Вдруг она, что-то учуяв, еще с закрытыми глазами, метнулась, опрокинув табурет. Стукнула дверь в ванную и одновременно — входная.
Впрочем, Моте было явно не до нас: пот струился. Нервно задергал ванную дверь:
— Сколько же можно!
Ляля молча, покорно вышла, и лишь когда Мотя с грохотом закрылся, глянула на меня, прикрыла глаза и с облегчением дунула с нижней губы на прилипшую челку.
А ведь мы сюда приехали Мотю спасать. «Спасатели»! Долгое время не виделись с ней — и тут вдруг радостно соединились, на почве спасения. После Парижа всего два месяца прошло, а Мотя нагло заявил, причем с трибуны литературного собрания, что должен выехать в Болонью, дабы узнать — и наконец-то сказать — о своем герое «полную правду»!
— Романтик! — кто-то выкрикнул из зала его подпольную кличку.

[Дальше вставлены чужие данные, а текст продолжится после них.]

def test_append_refuses_a_different_system(tmp_path):
    path = tmp_path / "t.h5"
    with TrajectoryWriter(path, chain_of(), time_step=DT) as writer:
        writer.append(0, None, frames(0, 1)[0])
    other = bm.System(frames(0, 1)[0], bm.Box.periodic([5.0] * 3))
    with pytest.raises(DataError, match="box edges"):
        TrajectoryWriter(path, other, time_step=DT, mode="append")
    with pytest.raises(DataError, match="time_step"):
        TrajectoryWriter(path, chain_of(), time_step=2 * DT, mode="append")


def test_an_existing_file_is_never_overwritten_unless_asked(tmp_path):
    path = tmp_path / "t.h5"
    with TrajectoryWriter(path, chain_of(), time_step=DT) as writer:
        writer.append(0, None, frames(0, 1)[0])
    before = path.read_bytes()
    with pytest.raises(ConfigError, match="exists.*overwrite"):
        TrajectoryWriter(path, chain_of(), time_step=DT)
    assert path.read_bytes() == before
    TrajectoryWriter(path, chain_of(), time_step=DT, mode="overwrite").close()
    assert read_topology(path)["n_frames"] == 0


KILLED_WRITER = textwrap.dedent(
    """
    import os, signal, sys
    import h5py, numpy as np
    import beadmd as bm
    from beadmd.io import TrajectoryWriter

    path, mid_append = sys.argv[1], sys.argv[2] == "mid-append"
    frames = [np.random.default_rng(k).standard_normal((6, 3)) for k in range(6)]
    writer = TrajectoryWriter(path, bm.System(frames[0], bm.Box.periodic([4.0] * 3)), time_step=0.01)
    for k in range(5):
        writer.append(10 * k, None, frames[k])
    if mid_append:
        # Die like kill -9 inside the sixth append, just before its step is written.
        original = h5py.Dataset.__setitem__
        def dying(dataset, index, value):
            if dataset.name.endswith("position/step"):
                os.kill(os.getpid(), signal.SIGKILL)
            original(dataset, index, value)
        h5py.Dataset.__setitem__ = dying
        writer.append(50, None, frames[5])
    os._exit(0)  # no close(), no atexit: as if the process were killed
    """
)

И понеслось! «Красная Болонья» (как называют ее), но чаще — «Жирная Болонья», за царящий там культ обжорства. Не слишком ли жирно? Подросли уже молодые «романтики», которые тоже хотят искать правду в лакомых уголках, а этот объевшийся тип, перегородивший дорогу, снова мешает! Возмущению не было предела! «Доколе мы будем это терпеть? Пора очистить наши ряды!» Давно, давно пора! Не ясно только — почему все именно сейчас возжаждали «полной правды»? Внезапно прозрели? Будто не знали многие лета добродушно-насмешливую его кличку Стукач-романтик? «Где ваш Романтик опять шастает, по каким развалинам — ужин задерживает!» Будто не куражились над ним в пиццериях и тратториях, в веселых поездках: «А я так единодушно одобряю решения 19 партконференции! А ты, Мотя?» И вдруг — «прозрели»! Я демонстративно пошел с ним в буфет, демонстративно напился (я). На другое утро хотел дальше бузить, но организм мой, на мое счастье, оказался умней: почечные колики! Очутился в больнице. Об этом я, кажется, уже говорил. Отличное место: люди здесь спокойно страдали и, главное, спокойно умирали. Было чему поучиться!

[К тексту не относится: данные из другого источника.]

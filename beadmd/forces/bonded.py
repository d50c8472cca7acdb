"""Bonded interactions: FENE and harmonic springs, and bending stiffness.

* FENE: ``U = -(k R0^2 / 2) ln(1 - (r/R0)^2)`` for r < R0 (Kremer & Grest, J. Chem.
  Phys. 92, 5057, 1990: k = 30 eps/sigma^2, R0 = 1.5 sigma, with WCA between all beads).
* Harmonic: ``U = (k/2) (r - r0)^2``; ``r0 = 0`` is the Gaussian spring.
* Bending: ``U = k_theta (1 - cos theta)``, theta the angle between successive bond
  vectors (zero for a straight chain).

Positions are unwrapped (continuous along each chain), so bond and bending vectors are
plain differences, never folded through a periodic image: a runaway bond is seen at its
true length by the FENE check and the blow-up guard.

Bonds and angles are stored chain by chain, so the kernel runs chains in parallel and
every bead's force is summed in one fixed order whatever the thread count.
"""

from __future__ import annotations

from dataclasses import dataclass

import numpy as np
from numba import njit, prange

from ..errors import require

HARMONIC, FENE_KIND = 0, 1


@dataclass(frozen=True)
class FENE:
    """Finitely extensible nonlinear elastic spring (Kremer-Grest defaults)."""

    stiffness: float = 30.0
    max_extension: float = 1.5

    def __post_init__(self) -> None:
        require(
            np.isfinite(self.stiffness) and self.stiffness > 0,
            "FENE.stiffness",
            self.stiffness,
            "a finite value > 0",
        )
        require(
            np.isfinite(self.max_extension) and self.max_extension > 0,
            "FENE.max_extension",
            self.max_extension,
            "a finite value > 0 (R0, the length at which the bond breaks)",
        )

    @property
    def range(self) -> float:
        return self.max_extension

    def row(self) -> np.ndarray:
        return np.array([FENE_KIND, self.stiffness, self.max_extension])


@dataclass(frozen=True)
class HarmonicBond:
    """Harmonic spring ``(k/2)(r - r0)^2``; ``rest_length = 0`` is the Gaussian chain."""

    stiffness: float = 3.0
    rest_length: float = 0.0

    def __post_init__(self) -> None:
        require(
            np.isfinite(self.stiffness) and self.stiffness > 0,
            "HarmonicBond.stiffness",
            self.stiffness,
            "a finite value > 0",
        )
        require(
            np.isfinite(self.rest_length) and self.rest_length >= 0,
            "HarmonicBond.rest_length",
            self.rest_length,
            "a finite value >= 0",
        )

    def row(self) -> np.ndarray:
        return np.array([HARMONIC, self.stiffness, self.rest_length])


@dataclass(frozen=True)
class Bending:
    """Bending stiffness ``k_theta (1 - cos theta)`` between successive bonds."""

    stiffness: float = 1.0

    def __post_init__(self) -> None:
        require(
            np.isfinite(self.stiffness) and self.stiffness >= 0,
            "Bending.stiffness",
            self.stiffness,
            "a finite value >= 0",
        )


BondPotential = FENE | HarmonicBond


@njit(cache=True, parallel=True)
def bonded_forces(
    dim,
    x,
    forces,
    lengths,
    inv_lengths,
    bond_start,
    bonds,
    bond_type,
    bond_table,
    angle_start,
    angles,
    angle_stiffness,
    energy,
    virial,
    broken,
):
    """Add bond and bending forces to ``forces`` (n, d); per-chain energy and virial.

    Parameters
    ----------
    dim : tuple of d zeros (fixes d at compile time)
    x, forces : (n, d)
    lengths, inv_lengths : (d,) box edges and inverses (unused: positions are unwrapped)
    bond_start : (n_chains + 1,) offsets into ``bonds`` (n_bonds, 2) and ``bond_type``
    bond_table : (n_bond_types, 3) rows ``[kind, stiffness, length]``
    angle_start : (n_chains + 1,) offsets into ``angles`` (n_angles, 3), ``angle_stiffness``
    energy, virial : (n_chains, 2) outputs, columns (bonds, bending)
    broken : (n_chains,) output, index of the first FENE bond at or beyond R0, else -1
    """
    D = len(dim)
    n_chains = bond_start.shape[0] - 1
    for c in prange(n_chains):
        e_bond = 0.0
        w_bond = 0.0
        first_broken = -1
        for b in range(bond_start[c], bond_start[c + 1]):
            i = bonds[b, 0]
            j = bonds[b, 1]
            r2 = 0.0
            for k in range(D):
                dx = x[j, k] - x[i, k]
                r2 += dx * dx
            t = bond_type[b]
            kind = bond_table[t, 0]
            stiff = bond_table[t, 1]
            length = bond_table[t, 2]
            if kind == FENE_KIND:
                ratio = r2 / (length * length)
                if ratio >= 1.0 or not np.isfinite(ratio):
                    if first_broken < 0:
                        first_broken = b
                    continue
                e_bond += -0.5 * stiff * length * length * np.log(1.0 - ratio)
                fr = -stiff / (1.0 - ratio)
            else:
                r = np.sqrt(r2)
                e_bond += 0.5 * stiff * (r - length) ** 2
                fr = -stiff if length == 0.0 else -stiff * (r - length) / r
            w_bond += fr * r2
            for k in range(D):
                dx = x[j, k] - x[i, k]
                forces[j, k] += fr * dx
                forces[i, k] -= fr * dx
        e_bend = 0.0
        w_bend = 0.0
        for a in range(angle_start[c], angle_start[c + 1]):
            i = angles[a, 0]
            j = angles[a, 1]
            m = angles[a, 2]
            kth = angle_stiffness[a]
            aa = 0.0
            bb = 0.0
            ab = 0.0
            for k in range(D):
                u = x[j, k] - x[i, k]
                w = x[m, k] - x[j, k]
                aa += u * u
                bb += w * w
                ab += u * w
            inv_ab = 1.0 / np.sqrt(aa * bb)
            cos_t = ab * inv_ab
            e_bend += kth * (1.0 - cos_t)
            for k in range(D):
                u = x[j, k] - x[i, k]
                w = x[m, k] - x[j, k]
                # F_i = -k dcos/du, F_m = k dcos/dw, F_j = -(F_i + F_m)
                fi = -kth * (w * inv_ab - cos_t * u / aa)
                fm = kth * (u * inv_ab - cos_t * w / bb)
                forces[i, k] += fi
                forces[m, k] += fm
                forces[j, k] -= fi + fm
                w_bend += -u * fi + w * fm
        energy[c, 0] = e_bond
        energy[c, 1] = e_bend
        virial[c, 0] = w_bond
        virial[c, 1] = w_bend
        broken[c] = first_broken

«На... держи окурок». «На время, что ли?» «Насовсем!» — усмехнулся. А знал ведь, что уходит навсегда — и как держался! Отличное место!
После серии обезболивающих процедур полное, давно забытое успокоение пришло. На все свои приключения смотрел уже по-другому, смеясь. Потерял бабу? А ты что хотел? Кто единственный из всех твоих знакомых не в квартире нормальной, а на чердаке жил? Кто единственный на Мотином деле по крупному прогорел? Только ты!

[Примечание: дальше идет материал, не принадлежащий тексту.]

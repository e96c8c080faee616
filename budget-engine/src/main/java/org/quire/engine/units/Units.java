package org.quire.engine.units;

import java.math.BigDecimal;
import java.math.MathContext;
import java.util.ArrayList;
import java.util.Collections;
import java.util.LinkedHashMap;
import java.util.List;
import java.util.Locale;
import java.util.Map;
import java.util.concurrent.ConcurrentHashMap;
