package org.quire.engine.reference;

import static org.junit.jupiter.api.Assertions.assertEquals;
import static org.junit.jupiter.api.Assertions.assertThrows;
import static org.junit.jupiter.api.Assertions.assertTrue;

import java.nio.file.Path;
import java.time.LocalDate;
import java.util.List;
import org.junit.jupiter.api.Test;
import org.quire.engine.io.BudgetFormatException;
import org.quire.engine.io.ReferenceRegisterJson;

/**
 * The reference register and the check of a calibration's references on its date (ISO/IEC 17025:2017 6.4.13: the
 * due date of the next calibration; common practice: a standard may be used up to and including its due date).
 */
class ReferenceRegisterTest {
    private static final Path FILE = java.nio.file.Files.isDirectory(Path.of("..", "worked-examples"))
            ? Path.of("..", "worked-examples", "registers", "tarrow-vale-reference-register.json")
            : Path.of("worked-examples", "registers", "tarrow-vale-reference-register.json");

    @Test
    void theDemonstrationRegisterReads() throws Exception {
        ReferenceRegister r = ReferenceRegisterJson.read(FILE);
        assertEquals("Tarrow Vale Flow Laboratory", r.laboratory());
        ReferenceStandard bal = r.find("TVFL-BAL-02");
        assertEquals("HRC-M-26-0412", bal.certificateNumber());
        assertEquals(LocalDate.of(2027, 3, 8), bal.due());
    }

    @Test
    void aReferenceIsValidUpToAndIncludingItsDueDate() throws Exception {
        ReferenceRegister r = ReferenceRegisterJson.read(FILE);
        // TVFL-MM-05 is due on 2026-11-17 in the register file
        assertTrue(r.check(List.of("TVFL-MM-05"), LocalDate.of(2026, 11, 17)).isEmpty());
        List<TraceabilityFinding> late = r.check(List.of("TVFL-BAL-02", "TVFL-MM-05"), LocalDate.of(2026, 11, 18));
        assertEquals(1, late.size());
        assertEquals(TraceabilityFinding.Kind.EXPIRED, late.get(0).kind());
        assertEquals("TVFL-MM-05", late.get(0).referenceId());
        assertTrue(late.get(0).message().contains("2026-11-17") && late.get(0).message().contains("2026-11-18"),
                late.get(0).message());
        assertTrue(late.get(0).message().contains("1 day(s) after its due date"), late.get(0).message());
    }

    @Test
    void unknownAndNotYetCalibratedReferencesAreFindings() throws Exception {
        ReferenceRegister r = ReferenceRegisterJson.read(FILE);
        List<TraceabilityFinding> f = r.check(List.of("TVFL-XX-99", "TVFL-MM-05"), LocalDate.of(2026, 5, 1));
        assertEquals(List.of(TraceabilityFinding.Kind.UNKNOWN, TraceabilityFinding.Kind.NOT_YET_CALIBRATED),
                f.stream().map(TraceabilityFinding::kind).toList());
    }

    @Test
    void badFilesNameTheJsonPath() {
        String base = "{\"format\":\"quire-reference-register\",\"formatVersion\":1,\"laboratory\":\"L\",\"references\":[";
        String ok = "{\"id\":\"A\",\"kind\":\"balance\",\"description\":\"d\",\"certificate\":\"c\",\"issuedBy\":\"i\","
                + "\"calibrated\":\"2026-01-01\",\"due\":";
        BudgetFormatException e = assertThrows(BudgetFormatException.class,
                () -> ReferenceRegisterJson.read(base + ok + "\"2026/12/31\"}]}"));
        assertEquals("$.references[0].due", e.path());
        e = assertThrows(BudgetFormatException.class,
                () -> ReferenceRegisterJson.read(base + ok + "\"2025-12-31\"}]}"));
        assertEquals("$.references[0].due", e.path());
        e = assertThrows(BudgetFormatException.class,
                () -> ReferenceRegisterJson.read(base + ok + "\"2026-12-31\"}," + ok + "\"2026-12-31\"}]}"));
        assertEquals("$.references[1].id", e.path());
        e = assertThrows(BudgetFormatException.class,
                () -> ReferenceRegisterJson.read(base + ok + "\"2026-12-31\",\"dew\":1}]}"));
        assertEquals("$.references[0].dew", e.path());
    }
}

— Бойтесь равнодушных! — мотин коллега, в темпе перекрасившийся на том же самом собрании, гневно вещал. — Бойтесь равнодушных! (Метя в меня.) Заблуждающиеся могут раскаяться (не сомневаюсь!), равнодушие — неисправимо!
Вот это правильно! «Бойтесь равнодушных», чьи насмешливые глазки холодно наблюдают ваши «искренние заблуждения», «глубокие раскаяния» — и не дают развернуться во всю ширь! «Бойтесь!» Опять раздухарился.
— Колоссальная баба через двор идет! — вдруг произнес мой сосед Веряскин, стоя у окна. — В смысле походки... — непонятно добавил он.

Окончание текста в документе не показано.